# dual controllers



## aredxwrestler (Oct 10, 2011)

Instead of using 1 1000a controller can I use 2 500a controllers? Its a 144v pack AGM 205ah


----------



## DIYguy (Sep 18, 2008)

aredxwrestler said:


> Instead of using 1 1000a controller can I use 2 500a controllers? Its a 144v pack AGM 205ah


It think the short answer is; 
- with 2 motors yes (one each). 
- with one motor no.


----------



## aredxwrestler (Oct 10, 2011)

Yea that's what I was afraid of.


----------



## efan (Aug 27, 2009)

aredxwrestler said:


> Yea that's what I was afraid of.


2 DC controllers and one motor is possible, I know because I've seen it done (http://www.ohler.com/ev/spyder/history.html)...but I do not know what exactly it takes to make it work...and I am pretty sure you will have easier time just getting a more powerful controller


----------



## mechman600 (Oct 16, 2010)

I had an idea to use one controller to control the armature and another to control the field. In my head it allows two lower voltage controllers to make the motor act like a motor with twice the voltage of each controller. It was all dependent on armature windings and field windings having the same resistance. But, theory is one thing and reality is another. I posted this http://ecomodder.com/forum/279147-post19.html on Ecomodder.com and a member (Ryland) went into his garage and played around with a series wound motor and two 12V batteries and confirmed that this will not work. The motor would not start up on his own. Once spinning, it did keep going. I am no engineer, but I suspect that series wound motors rely on things like back-EMF to work properly, and if split up into separate circuits, they simply will not work.

Has anyone else tried this?


----------



## iti_uk (Oct 24, 2011)

mechman600 said:


> I had an idea to use one controller to control the armature and another to control the field. In my head it allows two lower voltage controllers to make the motor act like a motor with twice the voltage of each controller. It was all dependent on armature windings and field windings having the same resistance. But, theory is one thing and reality is another. I posted this http://ecomodder.com/forum/279147-post19.html on Ecomodder.com and a member (Ryland) went into his garage and played around with a series wound motor and two 12V batteries and confirmed that this will not work. The motor would not start up on his own. Once spinning, it did keep going. I am no engineer, but I suspect that series wound motors rely on things like back-EMF to work properly, and if split up into separate circuits, they simply will not work.
> 
> Has anyone else tried this?


Looking at the system from the armature's perspective, what's the difference between the field from the stator being created by permanent magnets and field coils?
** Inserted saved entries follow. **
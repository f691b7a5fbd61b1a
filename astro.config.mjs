import node from '@astrojs/node';
import react from '@astrojs/react';
import tailwind from '@astrojs/tailwind';
import { defineConfig } from 'astro/config';

// Server mode on the Node adapter's middleware mode: the HTTP front (scripts/front) stands before it.
export default defineConfig({
  output: 'server',
  adapter: node({ mode: 'middleware' }),
  integrations: [react(), tailwind({ applyBaseStyles: false })],
  devToolbar: { enabled: false },
  // The front checks Origin on every unsafe request; Astro's own check stays on behind it. Any host is allowed
  // here because the front has already refused hosts that are not PUBLIC_URL's.
  security: { checkOrigin: true, allowedDomains: [{}] },
  // Nothing is inlined as a data: address: the policy allows fonts and scripts from our own files alone.
  vite: { build: { assetsInlineLimit: 0 } },
  // Hashes of the inline scripts that start islands, and of inlined styles; the front puts them into its own policy.
  experimental: { csp: true },
});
Maybe the field coils could be "throttled up" slightly ahead of the armature at low power levels, or stopped dropping below a certain level to allow the presence of a magnetic field for the armatures field to interact with...

Another way to look at it is "what is the difference in the nature of the current supplied in series with the armature and of that supplied by a seperate source?" The only thing that springs to mind would be possible current spikes due to shorting across the commutator of the armature as it spins...

Sort of convoluted and half-baked answer, but I wonder if it would make sense enough to try?

Chris


----------



## mechman600 (Oct 16, 2010)

iti_uk said:


> but I wonder if it would make sense enough to try?Chris


If you could somehow develop a way to control it properly, it would be worth it. Imagine two very cheap controllers, say 48V/650A, effectively acting like a 96V/650A system. As soon as controllers are >72V, they get expensive. Plus, pack voltage would only have to be 48V, so safer, and charging solutions would be cheaper. Unfortunately, coming up with a way to control it properly might offset costs savings.


----------



## EVfun (Mar 14, 2010)

2 controller with one for the field and the other for the armature won't gain much. The field is only a few volts even at full current. The overwhelming majority of the voltage is across the armature. Field power is only a few percent of the total motor power.

The only way that I know 2 controller have been used on a single motor involve splitting the field. In many series wound motors the 4 field windings are wired in series/parallel. By adding a 5th terminal to the motor you can run one controller through 2 field windings in series and then through the armature and back to first controller. The second controller runs through the other 2 field windings in series and through the armature and back to the second controller. The controllers are connected to each other where they are connected to the armature. The split fields are the inductors that allow the controllers to each regulate current without interfering with each other. I'm sure this is deep into warrantee void land.


----------



## Qer (May 7, 2008)

efan said:


> 2 DC controllers and one motor is possible, I know because I've seen it done (http://www.ohler.com/ev/spyder/history.html)...but I do not know what exactly it takes to make it work...and I am pretty sure you will have easier time just getting a more powerful controller


We considered making it possible to sync Solitons for more absurd current levels (yes, they have to be synced to make it reliable) but it turned out to be so complicated (especially if you want it to be fail safe too...) so we skipped it for a more traditional design; ie the Shiva.



EVfun said:


> The only way that I know 2 controller have been used on a single motor involve splitting the field. In many series wound motors the 4 field windings are wired in series/parallel.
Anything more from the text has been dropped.